------ Data provided

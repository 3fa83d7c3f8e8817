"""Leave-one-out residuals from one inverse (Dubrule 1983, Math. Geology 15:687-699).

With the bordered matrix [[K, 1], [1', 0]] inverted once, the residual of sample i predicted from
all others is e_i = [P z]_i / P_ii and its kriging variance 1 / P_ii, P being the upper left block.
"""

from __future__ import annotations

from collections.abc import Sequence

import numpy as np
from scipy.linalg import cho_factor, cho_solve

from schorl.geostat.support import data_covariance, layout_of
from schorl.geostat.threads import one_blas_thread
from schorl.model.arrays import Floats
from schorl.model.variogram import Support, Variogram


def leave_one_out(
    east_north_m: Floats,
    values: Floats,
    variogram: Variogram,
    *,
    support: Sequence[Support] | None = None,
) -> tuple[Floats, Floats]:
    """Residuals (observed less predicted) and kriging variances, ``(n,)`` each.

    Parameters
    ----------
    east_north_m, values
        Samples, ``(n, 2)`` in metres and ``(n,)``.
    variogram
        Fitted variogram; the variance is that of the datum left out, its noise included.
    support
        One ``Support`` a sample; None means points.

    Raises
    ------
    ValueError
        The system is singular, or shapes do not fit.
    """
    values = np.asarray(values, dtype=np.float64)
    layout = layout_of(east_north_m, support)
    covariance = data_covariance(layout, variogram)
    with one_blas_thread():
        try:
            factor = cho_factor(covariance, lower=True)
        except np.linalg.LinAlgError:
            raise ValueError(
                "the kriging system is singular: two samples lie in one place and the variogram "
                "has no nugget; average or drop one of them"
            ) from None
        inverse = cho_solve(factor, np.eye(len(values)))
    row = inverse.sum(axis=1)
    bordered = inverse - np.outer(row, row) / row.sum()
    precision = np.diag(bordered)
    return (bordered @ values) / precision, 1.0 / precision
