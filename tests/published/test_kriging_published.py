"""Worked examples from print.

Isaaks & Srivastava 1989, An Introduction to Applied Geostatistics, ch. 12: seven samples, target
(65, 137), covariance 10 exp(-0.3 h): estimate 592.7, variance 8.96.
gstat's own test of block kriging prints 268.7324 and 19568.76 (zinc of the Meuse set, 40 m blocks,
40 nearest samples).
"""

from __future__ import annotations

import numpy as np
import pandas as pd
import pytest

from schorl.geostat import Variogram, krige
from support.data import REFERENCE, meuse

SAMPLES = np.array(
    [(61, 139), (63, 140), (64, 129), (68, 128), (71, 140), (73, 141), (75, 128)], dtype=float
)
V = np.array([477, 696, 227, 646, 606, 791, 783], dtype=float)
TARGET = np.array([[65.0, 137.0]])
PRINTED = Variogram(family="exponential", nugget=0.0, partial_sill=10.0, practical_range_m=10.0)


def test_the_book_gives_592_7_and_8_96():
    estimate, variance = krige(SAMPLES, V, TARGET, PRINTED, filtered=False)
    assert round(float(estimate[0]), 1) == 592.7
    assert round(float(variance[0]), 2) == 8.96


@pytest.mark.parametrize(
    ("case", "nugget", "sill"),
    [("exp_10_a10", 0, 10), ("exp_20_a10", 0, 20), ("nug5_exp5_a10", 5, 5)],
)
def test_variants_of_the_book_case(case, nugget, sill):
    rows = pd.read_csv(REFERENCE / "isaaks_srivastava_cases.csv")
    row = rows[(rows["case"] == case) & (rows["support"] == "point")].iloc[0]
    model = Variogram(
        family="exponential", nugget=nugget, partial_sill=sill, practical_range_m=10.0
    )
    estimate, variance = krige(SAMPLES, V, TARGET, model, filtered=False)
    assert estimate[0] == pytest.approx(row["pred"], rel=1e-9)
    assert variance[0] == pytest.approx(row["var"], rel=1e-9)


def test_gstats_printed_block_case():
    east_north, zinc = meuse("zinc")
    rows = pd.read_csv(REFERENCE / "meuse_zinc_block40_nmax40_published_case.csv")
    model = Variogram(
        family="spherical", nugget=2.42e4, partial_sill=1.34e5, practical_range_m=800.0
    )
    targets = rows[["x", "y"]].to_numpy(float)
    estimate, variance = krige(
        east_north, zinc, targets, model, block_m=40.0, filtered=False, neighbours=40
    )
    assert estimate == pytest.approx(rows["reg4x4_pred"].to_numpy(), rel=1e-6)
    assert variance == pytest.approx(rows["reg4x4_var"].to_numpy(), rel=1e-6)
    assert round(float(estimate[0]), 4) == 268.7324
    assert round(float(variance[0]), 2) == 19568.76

------------
------ Data provided

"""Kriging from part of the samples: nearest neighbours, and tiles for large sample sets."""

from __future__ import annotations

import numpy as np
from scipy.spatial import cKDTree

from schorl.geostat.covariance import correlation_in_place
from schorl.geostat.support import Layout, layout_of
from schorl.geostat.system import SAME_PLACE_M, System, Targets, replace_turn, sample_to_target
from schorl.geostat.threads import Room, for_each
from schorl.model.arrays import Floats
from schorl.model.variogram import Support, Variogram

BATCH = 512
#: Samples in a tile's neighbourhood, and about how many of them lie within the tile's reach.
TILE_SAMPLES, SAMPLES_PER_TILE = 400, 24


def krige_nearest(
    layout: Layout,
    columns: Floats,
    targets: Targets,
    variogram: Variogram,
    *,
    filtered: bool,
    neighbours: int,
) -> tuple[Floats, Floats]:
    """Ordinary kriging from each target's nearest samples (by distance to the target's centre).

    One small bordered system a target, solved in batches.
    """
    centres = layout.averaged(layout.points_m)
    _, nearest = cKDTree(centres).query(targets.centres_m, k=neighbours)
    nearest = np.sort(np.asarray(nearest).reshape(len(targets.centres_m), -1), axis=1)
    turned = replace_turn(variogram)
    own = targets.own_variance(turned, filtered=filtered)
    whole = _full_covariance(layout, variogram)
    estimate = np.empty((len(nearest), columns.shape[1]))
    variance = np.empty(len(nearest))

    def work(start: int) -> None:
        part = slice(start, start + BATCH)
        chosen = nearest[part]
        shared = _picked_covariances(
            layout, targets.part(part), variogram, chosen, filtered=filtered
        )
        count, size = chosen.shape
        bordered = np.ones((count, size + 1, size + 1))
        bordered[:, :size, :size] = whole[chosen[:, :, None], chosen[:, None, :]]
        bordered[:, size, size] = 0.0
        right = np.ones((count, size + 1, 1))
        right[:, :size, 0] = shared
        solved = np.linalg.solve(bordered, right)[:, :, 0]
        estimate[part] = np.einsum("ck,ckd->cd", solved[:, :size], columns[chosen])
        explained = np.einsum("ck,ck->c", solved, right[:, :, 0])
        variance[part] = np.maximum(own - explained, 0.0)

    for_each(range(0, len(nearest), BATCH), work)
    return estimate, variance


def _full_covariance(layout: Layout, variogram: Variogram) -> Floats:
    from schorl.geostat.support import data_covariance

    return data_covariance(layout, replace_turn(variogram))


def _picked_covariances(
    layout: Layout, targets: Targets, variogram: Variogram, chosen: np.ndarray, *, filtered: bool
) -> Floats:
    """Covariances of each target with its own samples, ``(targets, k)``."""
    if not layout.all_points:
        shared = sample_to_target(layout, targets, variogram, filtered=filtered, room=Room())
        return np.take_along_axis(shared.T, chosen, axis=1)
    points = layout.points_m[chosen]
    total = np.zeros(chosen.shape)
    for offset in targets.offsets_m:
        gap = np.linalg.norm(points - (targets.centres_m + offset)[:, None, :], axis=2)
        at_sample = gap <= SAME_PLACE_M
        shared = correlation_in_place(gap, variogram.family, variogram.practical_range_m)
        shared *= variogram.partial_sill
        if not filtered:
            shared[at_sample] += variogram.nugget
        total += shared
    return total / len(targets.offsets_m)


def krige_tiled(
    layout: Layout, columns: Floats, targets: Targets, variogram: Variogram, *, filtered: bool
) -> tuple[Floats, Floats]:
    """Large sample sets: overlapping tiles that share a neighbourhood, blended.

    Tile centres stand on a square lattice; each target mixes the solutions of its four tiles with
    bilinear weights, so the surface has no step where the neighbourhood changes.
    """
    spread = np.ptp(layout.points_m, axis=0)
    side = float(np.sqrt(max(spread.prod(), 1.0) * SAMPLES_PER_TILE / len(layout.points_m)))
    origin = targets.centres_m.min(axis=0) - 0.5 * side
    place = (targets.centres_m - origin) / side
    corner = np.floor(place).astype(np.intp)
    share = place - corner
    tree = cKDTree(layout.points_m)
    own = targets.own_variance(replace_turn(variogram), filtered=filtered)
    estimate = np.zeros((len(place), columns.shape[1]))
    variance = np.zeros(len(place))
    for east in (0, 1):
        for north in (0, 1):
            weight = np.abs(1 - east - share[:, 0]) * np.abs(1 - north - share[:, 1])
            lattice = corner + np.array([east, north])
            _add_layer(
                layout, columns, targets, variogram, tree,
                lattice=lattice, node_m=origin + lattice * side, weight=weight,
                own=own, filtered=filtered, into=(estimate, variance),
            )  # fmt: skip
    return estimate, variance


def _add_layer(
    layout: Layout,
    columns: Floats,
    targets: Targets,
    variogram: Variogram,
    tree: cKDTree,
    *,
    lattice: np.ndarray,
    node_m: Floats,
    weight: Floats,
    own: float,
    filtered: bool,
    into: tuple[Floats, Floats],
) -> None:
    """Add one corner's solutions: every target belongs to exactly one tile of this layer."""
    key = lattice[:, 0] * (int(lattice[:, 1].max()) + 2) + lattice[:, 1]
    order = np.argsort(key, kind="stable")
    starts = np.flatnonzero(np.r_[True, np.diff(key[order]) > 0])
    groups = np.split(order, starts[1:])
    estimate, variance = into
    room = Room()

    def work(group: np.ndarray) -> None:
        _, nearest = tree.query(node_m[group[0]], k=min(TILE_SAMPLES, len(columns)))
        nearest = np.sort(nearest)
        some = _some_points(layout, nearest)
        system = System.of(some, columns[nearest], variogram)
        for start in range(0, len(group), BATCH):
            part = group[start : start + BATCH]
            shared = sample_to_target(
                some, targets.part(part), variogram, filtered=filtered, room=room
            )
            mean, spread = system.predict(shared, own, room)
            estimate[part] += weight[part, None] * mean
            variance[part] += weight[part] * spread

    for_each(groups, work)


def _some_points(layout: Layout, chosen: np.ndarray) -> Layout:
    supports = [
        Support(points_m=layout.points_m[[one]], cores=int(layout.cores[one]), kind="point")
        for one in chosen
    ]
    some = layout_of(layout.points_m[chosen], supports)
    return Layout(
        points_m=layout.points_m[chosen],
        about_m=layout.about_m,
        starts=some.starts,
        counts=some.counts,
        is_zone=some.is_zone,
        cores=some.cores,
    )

------------

Exercise description: Restate word for word the entries above, starting at the line with "return total / len(targets.offsets_m)" and ending at the line with "a neighbourhood, blended.", inclusive, and no others.

The answer:
    return total / len(targets.offsets_m)


def krige_tiled(
    layout: Layout, columns: Floats, targets: Targets, variogram: Variogram, *, filtered: bool
) -> tuple[Floats, Floats]:
    """Large sample sets: overlapping tiles that share a neighbourhood, blended.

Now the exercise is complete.